The approach worked, and Grant was able to avoid surgery. The experience also helped him see the real-life implications that laws can have. Soon, Grant and his mom were volunteering on a campaign for a Republican candidate who wished to reform the law that had forced them out of the state just to see a physical therapist.

That was just the beginning of Grant’s conservative advocacy. He went on to help other conservative politicians, found and lead chapters of a conservative group—Young Americans for Freedom—at his high school and college, and speak out in the local and national press for conservative ideals.

For Grant and Jacob (who, like Grant, is a committed Christian and political conservative who has spent years promoting his beliefs), it would be unthinkable to promote ideals in conflict with their own. Their skills and services aren’t just value-neutral commodities; they’re an expression of who they are to the core.

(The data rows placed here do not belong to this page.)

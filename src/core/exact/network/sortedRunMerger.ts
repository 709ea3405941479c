import { BAND_WIDTH, bandReference, type SortedPastPaths } from './sortedPastPaths';

/**
 * Merges sorted runs of values, each shifted by a constant, into one sorted list, summing the
 * terms (as band-relative terms, see SortedPastPaths) of values that agree within a tolerance. A node whose parents (or children) hand it
 * sorted lists gets its own sorted list this way, without hashing or sorting.
 *
 * ## Method
 * The runs are copied side by side into one buffer, then merged pairwise, as in the merge phase of a
 * bottom-up merge sort (⌈log₂ k⌉ sequential passes for k runs), ping-ponging between two buffers; the
 * last pass writes into the target, merging equal values.
 */
export class SortedRunMerger {
  private values: Float64Array = new Float64Array(1024);
  private terms: Float64Array = new Float64Array(1024);
  private otherValues: Float64Array = new Float64Array(1024);
  private otherTerms: Float64Array = new Float64Array(1024);
  private boundaries = new Int32Array(17);
  private runs = 0;
  private filled = 0;

  /** Adds entries [from, to) of `source`, each value increased by `shift`. */
  addRun(source: SortedPastPaths, from: number, to: number, shift: number): void {
    if (to <= from) return;
    const length = to - from;
    this.reserve(this.filled + length);
    if (this.runs + 2 > this.boundaries.length) {
      const grown = new Int32Array(2 * this.boundaries.length);
      grown.set(this.boundaries);
      this.boundaries = grown;
    }
    const { values, terms } = this;
    const past = source.past;
    const term = source.term;
    let at = this.filled;
    // A shifted value may land in another band: its term is rescaled by exp(shift − bands moved·width).
    let bandsMoved = 0;
    let factor = Math.exp(shift);
    for (let q = from; q < to; q++, at++) {
      const value = past[q] + shift;
      const moved = Math.floor(value / BAND_WIDTH) - Math.floor(past[q] / BAND_WIDTH);
      if (moved !== bandsMoved) {
        bandsMoved = moved;
        factor = Math.exp(shift - moved * BAND_WIDTH);
      }
      values[at] = value;
      terms[at] = term[q] * factor;
    }
    this.boundaries[this.runs] = this.filled;
    this.runs += 1;
    this.filled = at;
    this.boundaries[this.runs] = at;
  }

  /** Bytes held by the merge buffers. */
  bytes(): number {
    return this.values.length * 32;
  }

  /** Total entries in the runs added so far. */
  pending(): number {
    return this.filled;
  }

  /** Writes the merged runs into `target` (emptied first) and forgets the runs. */
  mergeInto(target: SortedPastPaths, tolerance: number): void {
    const boundaries = this.boundaries;
    let runs = this.runs;
    while (runs > 2) {
      const { values, terms, otherValues, otherTerms } = this;
      let kept = 0;
      for (let run = 0; run < runs; run += 2) {
        const start = boundaries[run];
        if (run + 1 === runs) {
          otherValues.set(values.subarray(start, boundaries[run + 1]), start);
          otherTerms.set(terms.subarray(start, boundaries[run + 1]), start);
        } else {
          mergePair(values, terms, start, boundaries[run + 1], boundaries[run + 2], otherValues, otherTerms, start);
        }
        boundaries[kept++] = start;
      }
      boundaries[kept] = this.filled;
      runs = kept;
      this.values = otherValues;
      this.terms = otherTerms;
      this.otherValues = values;
      this.otherTerms = terms;
    }
    target.count = 0;
    target.ensureCapacity(this.filled);
    if (runs === 2) {
      mergePairInto(this.values, this.terms, boundaries[0], boundaries[1], boundaries[2], target, tolerance);
    } else if (runs === 1) {
      mergePairInto(this.values, this.terms, 0, this.filled, this.filled, target, tolerance);
    }
    target.computePrefix();
    this.runs = 0;
    this.filled = 0;
  }

  private reserve(size: number): void {
    if (this.values.length >= size) return;
    const capacity = Math.max(size, 2 * this.values.length);
    const grow = (old: Float64Array): Float64Array => {
      const grown = new Float64Array(capacity);
      grown.set(old.subarray(0, this.filled));
      return grown;
    };
    this.values = grow(this.values);
    this.terms = grow(this.terms);
    this.otherValues = new Float64Array(capacity);
    this.otherTerms = new Float64Array(capacity);
  }
}

function mergePair(
  values: Float64Array, terms: Float64Array, start: number, middle: number, end: number,
  outValues: Float64Array, outTerms: Float64Array, out: number,
): void {
  let left = start;
  let right = middle;
  while (left < middle && right < end) {
    if (values[right] < values[left]) {
      outValues[out] = values[right];
      outTerms[out++] = terms[right++];
    } else {
      outValues[out] = values[left];
      outTerms[out++] = terms[left++];
    }
  }
  while (left < middle) {
    outValues[out] = values[left];
    outTerms[out++] = terms[left++];
  }
  while (right < end) {
    outValues[out] = values[right];
    outTerms[out++] = terms[right++];
  }
}

function mergePairInto(
  values: Float64Array, terms: Float64Array, start: number, middle: number, end: number,
  target: SortedPastPaths, tolerance: number,
): void {
  const outValues = target.past;
  const outTerms = target.term;
  let count = target.count;
  let left = start;
  let right = middle;
  while (left < middle || right < end) {
    let value: number;
    let term: number;
    if (right >= end || (left < middle && values[left] <= values[right])) {
      value = values[left];
      term = terms[left++];
    } else {
      value = values[right];
      term = terms[right++];
    }
    if (count > 0 && value - outValues[count - 1] <= tolerance) {
      const shift = bandReference(value) - bandReference(outValues[count - 1]);
      outTerms[count - 1] += shift === 0 ? term : term * Math.exp(shift);
    } else {
      outValues[count] = value;
      outTerms[count++] = term;
    }
  }
  target.count = count;
}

Despite all this, Ann Arbor’s law threatens to commandeer those skills and force ThinkRight to promote opposing political agendas or be fined out of business for noncompliance.

And the same law endangers others. Imagine a Democratic speechwriter based in Ann Arbor. If her business offers its services to Democrats like Michigan Congresswoman Rashida Tlaib, she could be compelled by law to pen a rally script for President Trump the next time he visits the Wolverine State. This law is a nightmare-turned reality.

If the government can hijack Grant and Jacob’s voice, everyone’s freedom is at risk. Americans disagree about many political issues, but we should all agree on our freedom to disagree. Yet, Ann Arbor law threatens that fundamental freedom.

And Ann Arbor’s coercive law isn’t exactly an outlier. Across the country, we’ve seen government crusades to punish business owners who gladly serve everyone but cannot promote certain messages through their artistic design.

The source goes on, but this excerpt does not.